The plasmid for expressing the 2488prp full length protein as an in vitro translation product was constructed as follows. PCR was used to amplify full length cDNA as described above, but in this case, the template was a mixture of cDNAs obtained under repressing conditions (glucose). The primer sequences (fltn2488f/r) are given in Table 1. The PCR protocol was as follows: 3 min initial denaturation at 95°C, followed by 30 cycles of 15 s at 95°C, 15 s at 59°C, and 2 min at 72°C. The derived amplicon (1,479 bp) was inserted into plasmid pTNT (Promega) via the restriction enzyme KpnI and NotI to obtain pMPF2488.
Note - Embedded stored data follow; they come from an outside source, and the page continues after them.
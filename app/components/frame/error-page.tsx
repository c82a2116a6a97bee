/** One page for everything that went wrong, in plain words. */
export function ErrorPage({ status, sentence }: { status: number; sentence: string }) {
  const title =
    status === 404
      ? "Not here"
      : status === 403
        ? "Not your job here"
        : status < 500
          ? "That did not work"
          : "Our mistake";
  return (
    <main className="mx-auto grid max-w-xl gap-4 px-6 py-20" role="alert">
      <h1 className="text-4xl">{title}</h1>
      <p className="text-lg">{sentence}</p>
      <p>
        <a href="/" className="inline-flex min-h-11 items-center font-semibold">
          Go to the library
        </a>
      </p>
    </main>
  );
}
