import { UNSAFE_ErrorResponseImpl as ErrorResponse } from "react-router";
import { expect, test } from "vitest";
import { explainError } from "./explain-error";

test("a refusal of our own is said in its own sentence", () => {
  expect(explainError(new ErrorResponse(403, "", "Ask the shop's owner."))).toEqual({
    status: 403,
    sentence: "Ask the shop's owner.",
  });
});

test("technical words and stacks never reach the page", () => {
  const technical = [
    new ErrorResponse(405, "", new Error('You made a POST request to "/x" but did not provide an `action`')),
    new ErrorResponse(404, "", "Error: No route matches URL"),
    new ErrorResponse(400, "", { issues: [] }),
    new ErrorResponse(500, "", "SQLITE_BUSY: database is locked"),
    new TypeError("Cannot read properties of undefined"),
    "x",
    null,
  ];
  for (const error of technical) {
    const { sentence } = explainError(error);
    expect(sentence).toMatch(/\.$/);
    expect(sentence).not.toMatch(/Error|POST|SQLITE|undefined|object/);
  }
});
Purification of the DBDs of 2488prp, 3151prp, and 7236prp as GST fusion proteins
All heterologously expressed proteins used in this study were produced as GST fusions with the pGEX system (Amersham), following the manufacturer's guidelines and using the plasmids p2488DBD, p3151DBD, and p7236DBD as templates. Expression products purified via glutathione-sepharose-columns (Amersham) were verified by SDS-PAGE (using the Mini-PROTEAN System, Bio-Rad) followed by SYPRO Ruby (Bio-Rad) staining. Thrombin cleavage was performed for 1 h at 37°C with 1 U of thrombin (Amersham), 150 mM NaCl, 2.5 mM CaCl2, and 25 mM Tris/HCl (pH 8) plus 20% Glycerin to remove the GST moiety.